(PROVIDED RECORDS):
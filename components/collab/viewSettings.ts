// Converting between the viewer's settings store and a viewpoint's saved settings (the stored shape uses
// `colourMode`; the store calls it `colorMode`).
import type { ViewSettings } from "@/db/schema";
import { LAYER_NAMES, useViewSettings } from "@/scene/viewSettingsStore";

export function currentViewSettings(): ViewSettings {
  const state = useViewSettings.getState();
  return { layers: { ...state.layers }, colourMode: state.colorMode, exaggeration: state.exaggeration };
}

/**
 * Applies saved settings to the viewer. Layers the viewer does not know are ignored; a colour mode that is not
 * available here (e.g. an analysis field not loaded) falls back to displacement. Returns whether it did.
 */
export function applyViewSettings(settings: ViewSettings, from: string | null = null): { colourFellBack: boolean } {
  const store = useViewSettings.getState();
  const layers = { ...store.layers };
  for (const layer of LAYER_NAMES) {
    const visible = settings.layers[layer];
    if (typeof visible === "boolean") layers[layer] = visible;
  }
  const available = settings.colourMode === "displacement" || settings.colourMode === "throw" || store.fields.some((field) => field.key === settings.colourMode);
  useViewSettings.setState({ layers, colorMode: available ? settings.colourMode : "displacement", appliedFrom: from });
  store.setExaggeration(settings.exaggeration);
  return { colourFellBack: !available };
}
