// Draws pin and reply text from the markdown-lite token tree: text nodes (React escapes them) and a few
// fixed elements. No HTML string ever reaches the DOM.
import { Fragment } from "react";
import { renderPinText, type Inline } from "@/lib/pins/text";

function InlineNode({ node }: { node: Inline }) {
  switch (node.kind) {
    case "text":
      return <>{node.text}</>;
    case "bold":
      return (
        <strong>
          {node.children.map((child, index) => (
            <InlineNode key={index} node={child} />
          ))}
        </strong>
      );
    case "code":
      return <code className="rounded bg-slate-100 px-1 font-mono text-[0.85em] dark:bg-slate-800">{node.text}</code>;
    case "link":
      return (
        <a href={node.href} target="_blank" rel="noopener noreferrer nofollow" className="text-slip-700 underline hover:text-slip-900 dark:text-slip-300">
          {node.text}
        </a>
      );
    case "mention":
      return <span className="rounded bg-slip-50 px-0.5 font-medium text-slip-800 dark:bg-slip-950 dark:text-slip-200">{node.text}</span>;
  }
}

export function PinText({ text }: { text: string }) {
  const lines = renderPinText(text);
  return (
    <div className="whitespace-pre-wrap break-words text-sm leading-relaxed" data-testid="pin-text">
      {lines.map((line, lineIndex) => (
        <Fragment key={lineIndex}>
          {lineIndex > 0 && <br />}
          {line.map((node, index) => (
            <InlineNode key={index} node={node} />
          ))}
        </Fragment>
      ))}
    </div>
  );
}
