function EditForm({ viewpoint, faultId, onDone }: { viewpoint: Viewpoint; faultId: string; onDone: () => void }) {
  const queryClient = useQueryClient();
  const [title, setTitle] = useState(viewpoint.title);
  const [note, setNote] = useState(viewpoint.note);
  const update = useMutation({
    mutationFn: () => apiFetch(`/api/viewpoints/${viewpoint.id}`, { method: "PATCH", json: { title, note } }),
    onSuccess: async () => {
      await queryClient.invalidateQueries({ queryKey: ["viewpoints", faultId] });
      onDone();
    },
  });
  return (
    <form
      className="space-y-2"
      onSubmit={(event) => {
        event.preventDefault();
        update.mutate();
      }}
    >
      <p className="font-semibold">Rename viewpoint</p>
      <label className="block">
        <span className="text-slate-600 dark:text-slate-300">Title</span>
        <input
          className="field mt-0.5 py-1 text-xs"
          value={title}
          maxLength={120}
          required
          autoFocus
          onChange={(event) => setTitle(event.target.value)}
          data-testid="viewpoint-edit-title"
        />
      </label>
      <label className="block">
        <span className="text-slate-600 dark:text-slate-300">Note</span>
        <textarea
          className="field mt-0.5 py-1 text-xs"
          rows={3}
          value={note}
          maxLength={2000}
          onChange={(event) => setNote(event.target.value)}
          data-testid="viewpoint-edit-note"
        />
      </label>
      {update.isError && (
        <p className="text-red-700 dark:text-red-300" role="alert">
          {errorText(update.error)}
        </p>
      )}
      <div className="flex justify-end gap-2">
        <button type="button" className="btn-quiet px-2 py-1 text-xs" onClick={onDone}>
          Cancel
        </button>
        <button type="submit" className="btn-primary px-2 py-1 text-xs" disabled={update.isPending || !title.trim()} data-testid="viewpoint-edit-save">
          {update.isPending ? "Saving…" : "Save"}
        </button>
      </div>
    </form>
  );
}
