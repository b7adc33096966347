"use client";
// Placeholder until pinned notes land: the list of comments pinned to this fault's surface.
import type { StudyRole } from "@/db/schema";
import type { FaultDisplay } from "@/lib/analysis/display";

export function PinsPanel(_props: { studyId: string; faultId: string; role: StudyRole; currentPickSetVersion: number | null; display: FaultDisplay | null }) {
  return <p className="text-sm text-slate-500">No pinned notes yet.</p>;
}
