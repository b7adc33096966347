"use client";
import { useActionState } from "react";
import { acceptInvitationAction, type AcceptState } from "@/app/invite/[token]/actions";

export function InviteAccept({ token, studyName }: { token: string; studyName: string }) {
  const [state, formAction, pending] = useActionState<AcceptState, FormData>(acceptInvitationAction, {});
  return (
    <form action={formAction} className="mt-6 space-y-3">
      <input type="hidden" name="token" value={token} />
      {state.message && (
        <p
          className="rounded-lg border border-red-200 bg-red-50 px-3 py-2 text-sm text-red-800 dark:border-red-900 dark:bg-red-950 dark:text-red-200"
          role="alert"
          data-testid="invite-error"
        >
          {state.message}
        </p>
      )}
      <button type="submit" className="btn-primary w-full" disabled={pending} data-testid="accept-invite">
        {pending ? "Joining…" : `Accept and open ${studyName}`}
      </button>
    </form>
  );
}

(PROBLEM DESCRIPTION):
In the listing above, find the line with "for (const layer" and the line with "const available = settings.colourMode". Output those two lines and every line between them, exactly as written.

(OUTPUT):
  for (const layer of LAYER_NAMES) {
    const visible = settings.layers[layer];
    if (typeof visible === "boolean") layers[layer] = visible;
  }
  const available = settings.colourMode === "displacement" || settings.colourMode === "throw" || store.fields.some((field) => field.key === settings.colourMode);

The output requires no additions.